424 F.2d 920 | D.C. Cir. | 1970
Lead Opinion
On cross motions in appellant’s action for libel in the District Court against appellee Time, Inc., the court granted summary judgment in favor of Time, and dismissed appellant’s complaint. He appeals.
Time publishes a weekly magazine with national circulation. In its issue of October 7, 1966, it published a photograph of seven men sitting at a table in a restaurant in Queens, New York. One of the men was appellant a member of the bar of this court in active practice. Another was Frank Ragano, also an attorney. Accompanying the photograph was a brief article which referred to the occasion as a meeting even “ ‘bigger than Apalachin’ of top Cosa Nostra hoodlums.” The article also referred to the occasion as a delayed lunch which had been interrupted by the police because the District Attorney wanted the men before a grand jury on crime in Queens, that a judge had set bail at $100,000 each, that this had been met, and that the grand jury got only grunts.
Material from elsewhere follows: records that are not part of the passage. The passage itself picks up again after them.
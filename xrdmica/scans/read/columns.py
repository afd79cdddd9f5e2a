"""Which column of a table is which, by the names above it."""

from __future__ import annotations

import re
from dataclasses import dataclass

from xrdmica.scans.read.raw import IntensityUnit

__all__ = ["ColumnNames", "clean_name", "name_columns"]

_ANGLE = ("twotheta", "2theta", "2th", "tth", "twoth", "2t", "ttheta")
_ANGLE_LOOSE = (
    "angle", "pos", "position", "pos2th", "pos2theta", "deg", "degrees", "degree", "twothetadeg", "angle2theta", "x2theta",
)  # fmt: skip
_INTENSITY = (
    "counts", "count", "intensity", "cps", "i", "int", "iobs", "yobs", "intensities", "countrate", "rawcounts",
    "totalcounts", "countspersecond", "counts/s", "y", "signal", "detector", "observed",
)  # fmt: skip
_SIGMA = ("sigma", "esd", "error", "err", "sd", "stddev", "uncertainty", "sig", "standarderror", "sigmai", "e", "std")
_SPACING = ("d", "dspacing", "dvalue", "dhkl", "spacing")
_TRANSFER = ("q", "qvalue", "qvector")
_THETA = ("theta", "omega", "th")
_UNIT = re.compile(r"[\(\[]([^\)\]]*)[\)\]]")


@dataclass(frozen=True)
class ColumnNames:
    """Where the columns stand; -1 for a column that is not there.

    Attributes
    ----------
    names : tuple of str
        As written.
    angle, intensity, sigma, spacing, transfer, theta : int
        Index of the two-theta, intensity, standard error, d, q and theta column.
    unit : str
        Unit of the intensities.
    radians : bool
        Whether the header says that angles are in radians.
    per_nanometre : bool
        Whether the header says that q is in 1/nm.
    """

    names: tuple[str, ...]
    angle: int
    intensity: int
    sigma: int
    spacing: int
    transfer: int
    theta: int
    unit: IntensityUnit
    radians: bool
    per_nanometre: bool = False

    @property
    def recognised(self) -> bool:
        """Whether at least one name is a known one."""
        return max(self.angle, self.intensity, self.spacing, self.transfer, self.theta) >= 0


def clean_name(name: str) -> str:
    """A column name in small letters without units, blanks and signs: ``2-Theta [deg]`` becomes ``2theta``."""
    name = _UNIT.sub("", name.lower().replace("ϑ", "θ").replace("θ", "theta").replace("two theta", "2theta"))
    return re.sub(r"[\s_\-°.*'\"#!:%$^\\]+", "", name)


def _find(cleaned: list[str], exact: tuple[str, ...], starts: tuple[str, ...] = ()) -> int:
    for wanted in exact:
        if wanted in cleaned:
            return cleaned.index(wanted)
    for index, name in enumerate(cleaned):
        if starts and name.startswith(starts):
            return index
    return -1


def name_columns(names: list[str]) -> ColumnNames:
    """Tell the columns apart by name.

    An exact name wins over a longer one that begins with it, so that ``twotheta`` is taken before ``twotheta_cuka``.

    Parameters
    ----------
    names : list of str
        The cells of the header line.
    """
    cleaned = [clean_name(name) for name in names]
    angle = _find(cleaned, (*_ANGLE, *_ANGLE_LOOSE), ("2theta", "twotheta", "angle2", "pos"))
    taken = ["" if index == angle else name for index, name in enumerate(cleaned)]
    intensity = _find(taken, _INTENSITY, ("intensity", "counts", "cps", "int"))
    units = " ".join(_UNIT.findall(names[intensity].lower())) if intensity >= 0 else ""
    unit: IntensityUnit = "unknown"
    if intensity >= 0:
        rate = cleaned[intensity].startswith(("cps", "countrate", "counts/s", "countspers"))
        if rate or re.search(r"cps|counts?\s*/\s*s|s\^?-1|per s", units):
            unit = "counts per second"
        elif cleaned[intensity].startswith(("count", "rawcounts", "totalcounts")) or "count" in units or "cts" in units:
            unit = "counts"
    angle_unit = " ".join(_UNIT.findall(names[angle].lower())) if angle >= 0 else ""
    transfer = _find(taken, _TRANSFER)
    return ColumnNames(
        tuple(name.strip() for name in names), angle, intensity, _find(taken, _SIGMA), _find(taken, _SPACING),
        transfer, _find(taken, _THETA), unit, "rad" in angle_unit and "grad" not in angle_unit,
        transfer >= 0 and any("nm" in unit for unit in _UNIT.findall(names[transfer].lower())),
    )  # fmt: skip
Ragano sued Time for libel in the United States District Court for the Middle District of Florida.
We accept the position of Time, as Judge Krentzman did, that the standards of New York Times v. Sullivan, supra, are applicable even though appellant was not a public official, since he was engaged in a matter of public interest and concern.
The judgment is reversed and the case is remanded for trial on the issues of actual malice, defamation and possible damages.
Reversed and remanded for further proceedings consistent with this opinion.
. Ragano v. Time, Inc., 302 F.Supp. 1005 (M.D.FIa.1969), appeal docketed, 5th Cir. 1969.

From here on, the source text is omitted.